Monday, January 24, 2011

11 Things Nobody Could Say Better Than Kurt

I’ve been having the most horrible kind of writer’s block lately – the kind where you write and write and write, and pages upon pages roll off your fingertips, but the only things that come out are things you wouldn’t want to make your best friend in the entire world sit through.  Self-involved writing.  Of no good use to anyone, probably not even myself.  Not even with expansive editing.
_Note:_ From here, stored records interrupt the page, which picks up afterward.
"""The near-duplicate stage: settings, the per-batch signature step, and the clustering barrier.

Flow: :func:`signature_batch` (per batch, any worker) turns the kept texts of a
batch into MinHash signatures; the caller stacks them in document order (an
in-memory array or a ``np.memmap`` spilled to disk) and calls the barrier
:func:`find_clusters` once. :func:`mark_near_copies` then applies the result to
a batch when ``action = "remove"``.

Document order and indices
--------------------------
Row i of the signature store is document i, in the pipeline's deterministic
order. :func:`signature_batch` returns one row per batch row, so the store's
row numbers are the ledger's row numbers. Rows whose status is not ``kept``
and kept documents whose view is empty (see :mod:`corpusprep.shingles`) get
an empty signature (all :data:`~corpusprep.minhash.EMPTY_VALUE`): they take
part in no band, are never candidates, and stay singletons.

Verification
------------
Every candidate pair from :func:`corpusprep.lsh.candidate_pairs` is checked
(``"exact"`` is the default: on edited Python docs it finds every true pair,
where signature-only checks miss those whose estimate falls just below t):

* ``verify = "signature"``: the fraction of equal signature positions must be
  >= ``threshold``;
* ``verify = "exact"``: the exact Jaccard similarity of the two shingle sets,
  given by the ``shingles_of(i)`` callable, must be >= ``threshold``. Only the
  uncertain candidates are checked exactly: a pair whose signature estimate is
  more than 4 standard errors, 4 * sqrt(t (1 - t) / permutations), below the
  threshold t is rejected, and one more than 4 standard errors above it is
  accepted, without loading shingles (the binomial model puts the chance of
  either mistake for a pair at the threshold near 3e-5). Near copies of a
  corpus with many copies are mostly far above the threshold, so this keeps
  the re-shingling cost to the borderline pairs.

Clusters
--------
The clusters are the connected components of the verified pairs, found by a
union-find with path compression and union by size. Each cluster's
representative is its smallest index, the first document in the order, so the
result does not depend on the order in which pairs are joined.

Per document: ``cluster`` (index of its representative; its own index for
singletons), ``near_copy_of`` (the representative, or -1 for representatives
and singletons) and ``similarity``: the similarity **to the representative**
(signature estimate, or exact Jaccard when ``verify = "exact"``), NaN where
``near_copy_of`` is -1. Through a chain of verified pairs a member can be less
similar to its representative than ``threshold``; the value says so honestly.
"""

from __future__ import annotations

import dataclasses
import math
from collections import OrderedDict
from collections.abc import Callable
from typing import Protocol

import numpy as np
import pyarrow as pa
import pyarrow.compute as pc

from corpusprep import schema
from corpusprep.config import setting
from corpusprep.errors import DefinitionError
from corpusprep.lsh import candidate_pairs, choose_bands
from corpusprep.minhash import MultiplyShift, pair_similarity, signature_matrix
from corpusprep.shingles import CHAR, UNITS, exact_jaccard, shingle_key_stream, shingle_keys

__all__ = [
    "ACTIONS",
    "VERIFY_MODES",
    "NearConfig",
    "NearResult",
    "PairWork",
    "document_shingles",
    "exact_similarity",
    "find_clusters",
    "mark_near_copies",
    "resolve_bands",
    "signature_batch",
]

VERIFY_MODES = ("signature", "exact")
ACTIONS = ("remove", "cluster")
_SEED_LIMIT = (1 << 64) - 1
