_STYLE = """
body { font: 15px/1.45 system-ui, "DejaVu Sans", sans-serif; color: #111; max-width: 1100px;
       margin: 0 auto; padding: 1em 1.5em; }
h1 { font-size: 1.5em; margin-bottom: 0.2em; } h2 { border-bottom: 2px solid #0072B2; margin-top: 2em; }
figure { margin: 1em 0; break-inside: avoid; } figure svg { max-width: 100%; height: auto; }
figcaption { font-size: 0.9em; color: #333; }
table { border-collapse: collapse; margin: 0.8em 0; font-size: 0.88em; }
th, td { border: 1px solid #bbb; padding: 0.2em 0.5em; text-align: left; vertical-align: top; }
th { background: #eef3f8; } td:has(> span[data-type="count"]:only-child) { text-align: right; }
code { font-size: 0.92em; word-break: break-all; }
pre.excerpt { white-space: pre-wrap; max-width: 40em; margin: 0; font-size: 0.9em; }
.note { color: #555; font-size: 0.85em; margin: 0.2em 0 0; }
.outcome-clean { color: #009E73; } .outcome-leakage { color: #B35A00; } .outcome-damaged { color: #D55E00; }
nav ol { columns: 2; }
@media print { body { max-width: none; font-size: 11px; } nav { display: none; }
               section { break-before: auto; } tr, figure { break-inside: avoid; } }
"""
_CSP = "default-src 'none'; style-src 'unsafe-inline'; img-src data:"


def _page(data: _Data, config: ReportConfig) -> str:
    manifest = data.manifest
    ledger = manifest["ledger"]
    sections = [
        ("fates", "What became of every input record", _fates(data)),
        ("splits", "Splits: documents, tokens and windows", _splits(data)),
        ("lengths", "Document lengths", _lengths(data)),
        ("near", "Near duplicates", _clusters(data, config)),
        ("tokens", "Token frequencies", _ranks(data)),
        ("rejected", "Rejected records", _rejected(data, config)),
        ("audit", "Audit", _audit(data)),
        ("definition", "Pipeline definition", _definition(data)),
        ("inputs", "Input files", _inputs(data, config)),
        ("shards", "Shards and tokenizer", _shards(data)),
    ]
    contents = "".join(f'<li><a href="#part-{sid}">{_e(title)}</a></li>' for sid, title, _body in sections)
    summary = (
        f"<p>{_m(ledger['read'], 'ledger.read')} input records read from "
        f"{_m(manifest['inputs']['count'], 'inputs.count')} files: {_m(ledger['kept'], 'ledger.kept')} kept, "
        f"{_m(ledger['removed'], 'ledger.removed')} removed as copies or empty, "
        f"{_m(ledger['rejected'], 'ledger.rejected')} rejected. Made by corpusprep "
        f"{_m(manifest['tool_version'], 'tool_version', 'text')} (manifest schema "
        f"{_m(manifest['schema_version'], 'schema_version', 'int')}). Every number on this page is read from "
        "the output folder; each carries <code>data-from</code> and <code>data-key</code> attributes naming "
        "its source.</p>"
    )
    body = "\n".join(_section(sid, title, content) for sid, title, content in sections)
    return (
        "<!DOCTYPE html>\n"
        '<html lang="en">\n<head>\n<meta charset="utf-8">\n'
        f'<meta http-equiv="Content-Security-Policy" content="{_CSP}">\n'
        '<meta name="viewport" content="width=device-width, initial-scale=1">\n'
        f"<title>corpusprep report: {_e(data.name)}</title>\n<style>{_STYLE}</style>\n</head>\n<body>\n"
        f"<header><h1>corpusprep report: {_e(data.name)}</h1>\n{summary}\n"
        f"<nav><ol>{contents}</ol></nav></header>\n<main>\n{body}\n</main>\n</body>\n</html>\n"
    )
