/**
 * Reference values from Debian's python3-iapws (IAPWS-IF97 implementation, an independent code).
 * Runs Debian's own /usr/bin/python3 once for a whole grid (JSON in, JSON out), never per point:
 * another `python3` earlier on PATH may not see Debian's packages.
 */
import { execFileSync } from 'node:child_process';
import { existsSync } from 'node:fs';

export const DEBIAN_PYTHON = '/usr/bin/python3';

export type IapwsQuery =
  { kind: 'psat'; tK: number } | { kind: 'tsat'; pMpa: number } | { kind: 'region1'; tK: number; pMpa: number } | { kind: 'region2'; tK: number; pMpa: number };

export interface IapwsAnswer {
  /** psat in MPa, or Tsat in K */
  value?: number;
  v?: number;
  h?: number;
  s?: number;
  cp?: number;
}

const SCRIPT = `
import json, sys
from iapws.iapws97 import _PSat_T, _TSat_P, _Region1, _Region2
out = []
for q in json.load(sys.stdin):
    k = q["kind"]
    if k == "psat":
        out.append({"value": _PSat_T(q["tK"])})
    elif k == "tsat":
        out.append({"value": _TSat_P(q["pMpa"])})
    else:
        r = (_Region1 if k == "region1" else _Region2)(q["tK"], q["pMpa"])
        out.append({"v": r["v"], "h": r["h"], "s": r["s"], "cp": r["cp"]})
json.dump(out, sys.stdout)
`;

export function pythonIapwsAvailable(): boolean {
  if (!existsSync(DEBIAN_PYTHON)) return false;
  try {
    execFileSync(DEBIAN_PYTHON, ['-c', 'import iapws'], { stdio: 'ignore' });
    return true;
  } catch {
    return false;
  }
}

export function pythonIapwsVersion(): string {
  return execFileSync(DEBIAN_PYTHON, ['-c', 'import iapws; print(iapws.__version__)'], { encoding: 'utf8' }).trim();
}

/** Evaluates the whole grid in one child process. */
export function queryPythonIapws(queries: IapwsQuery[]): IapwsAnswer[] {
  const text = execFileSync(DEBIAN_PYTHON, ['-c', SCRIPT], {
    input: JSON.stringify(queries),
    encoding: 'utf8',
    maxBuffer: 64 * 1024 * 1024,
  });
  const answers = JSON.parse(text) as IapwsAnswer[];
  if (answers.length !== queries.length) throw new Error(`python3-iapws returned ${answers.length} answers for ${queries.length} queries`);
  return answers;
}
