import type { DataSource } from 'typeorm';
import { inject } from 'vitest';
import { createApp, type CleancaseApp } from '../../backend/src/app.js';
import { loadConfig, type Config } from '../../backend/src/config.js';
import { createLogger } from '../../backend/src/logger.js';
import { mailDelivery } from '../../backend/src/mail/delivery.js';
import { createMailer, createOutboxMailer, type Mailer } from '../../backend/src/mail/mailer.js';
import { drainOutbox } from '../../backend/src/mail/outbox.js';
import { sinkMessagesFor, startSmtpSink, type SinkMessageView, type SmtpSink } from '../../backend/src/mail/smtp-sink.js';
import { migratedDataSource } from './test-database.js';

export interface TestApp {
  app: CleancaseApp;
  dataSource: DataSource;
  config: Config;
  smtpSink: SmtpSink;
  /** What the routes use to send mail: it only adds to the outbox. */
  mailer: Mailer;
  /** Delivers the outbox now, synchronously, to the private SMTP sink; returns how many rows it handled. */
  deliverMail: () => Promise<number>;
  /** Delivers the outbox, then returns the sink's mail to `to`, newest first. */
  mailTo: (to: string) => Promise<SinkMessageView[]>;
  close: () => Promise<void>;
}

/** createApp() in process against a fresh migrated database, a mail outbox and a private SMTP sink (no loop: tests deliver). */
export async function createTestApp(env: Record<string, string> = {}): Promise<TestApp> {
  const { dataSource, connection } = await migratedDataSource();
  const smtpSink = await startSmtpSink({ port: 0, dataSource });
  const config = loadConfig({
    NODE_ENV: 'test',
    LOG_LEVEL: 'silent',
    DB_HOST: connection.host,
    DB_PORT: String(connection.port),
    DB_NAME: connection.database,
    DB_USER: connection.user,
    DB_PASSWORD: connection.password,
    PORT: '0',
    STRIPE_API_BASE: inject('stripeApiBase'),
    ...env,
  });
  const mailer = createOutboxMailer(dataSource);
  const delivery = mailDelivery(config, createMailer({ sinkPort: smtpSink.port, from: config.MAIL_FROM }));
  const deliverMail = () => drainOutbox(dataSource, delivery);
  const app = createApp({ config, dataSource, logger: createLogger('silent'), mailer, devMailbox: true });
  return {
    app,
    dataSource,
    config,
    smtpSink,
    mailer,
    deliverMail,
    mailTo: async (to) => {
      await deliverMail();
      return sinkMessagesFor(dataSource, to);
    },
    close: async () => {
      await app.locals.close();
      await smtpSink.close();
      await dataSource.destroy();
    },
  };
}
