import { randomBytes } from 'node:crypto';
import { spawnSync } from 'node:child_process';
import { inject } from 'vitest';
import type { DataSource } from 'typeorm';
import { buildDataSource, type DbConnection } from '../../backend/src/data-source.js';

/** Creates an empty database on the test instance for one test file (root over the socket). */
export function createEmptyDatabase(prefix = 'cc'): DbConnection {
  const info = inject('testDb');
  const name = `${prefix}_${randomBytes(4).toString('hex')}`;
  const sql = `CREATE DATABASE \`${name}\` CHARACTER SET utf8mb4 COLLATE utf8mb4_unicode_ci;
    GRANT ALL PRIVILEGES ON \`${name}\`.* TO '${info.user}'@'localhost';
    GRANT ALL PRIVILEGES ON \`${name}\`.* TO '${info.user}'@'127.0.0.1';`;
  const r = spawnSync('mariadb', ['--protocol=socket', `--socket=${info.socket}`, '-uroot', '-e', sql], { encoding: 'utf8' });
  if (r.status !== 0) throw new Error(`could not create test database: ${r.stderr}`);
  return { host: info.host, port: info.port, user: info.user, password: info.password, database: name };
}

/** A fresh, fully migrated database for one test file. */
export async function migratedDataSource(prefix?: string): Promise<{ dataSource: DataSource; connection: DbConnection }> {
  const connection = createEmptyDatabase(prefix);
  const dataSource = buildDataSource(connection);
  await dataSource.initialize();
  await dataSource.runMigrations({ transaction: 'each' });
  return { dataSource, connection };
}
I’ve also been in bed with the flu for pretty much the whole weekend, and I decided to take advantage of my incapacitation by catching up on my reading.  I don’t know if it’s the mental place I’m in, or if I’m just long overdue for a return to one of my favorite men ever, but all I want lately is Kurt Vonnegut.  I’ve placed an order for a few of his books I haven’t read yet, and I read a lot of essays and speeches online.  And I compiled this list  (in reverse order.  I know how people dearly love a good count-down).  If I've got nothing good of my own to say right now, at least I can pass on something that's inspired me. So here they are.  Some of my favorite life lessons.  I genuinely believe every one of these to express something essential and true.  And often kind of funny.  What a guy he was. 

11.  "I'm not a drug salesman. I'm a writer." 
"What makes you think a writer isn't a drug salesman?" 

10. "It is so short and jumbled and jangled, Sam, because there is nothing intelligent to say about a massacre. Everybody is supposed to be dead, to never say anything or want anything ever again. Everything is supposed to be very quiet after a massacre, and it always is, except for the birds. And what do the birds say? All there is to say about a massacre, things like "Poo-tee-weet?"  

9.  "Where do I get my ideas from? You might as well have asked that of Beethoven. He was goofing around in Germany like everybody else, and all of a sudden this stuff came gushing out of him. It was music. I was goofing around like everybody else in Indiana, and all of a sudden stuff came gushing out. It was disgust with civilization."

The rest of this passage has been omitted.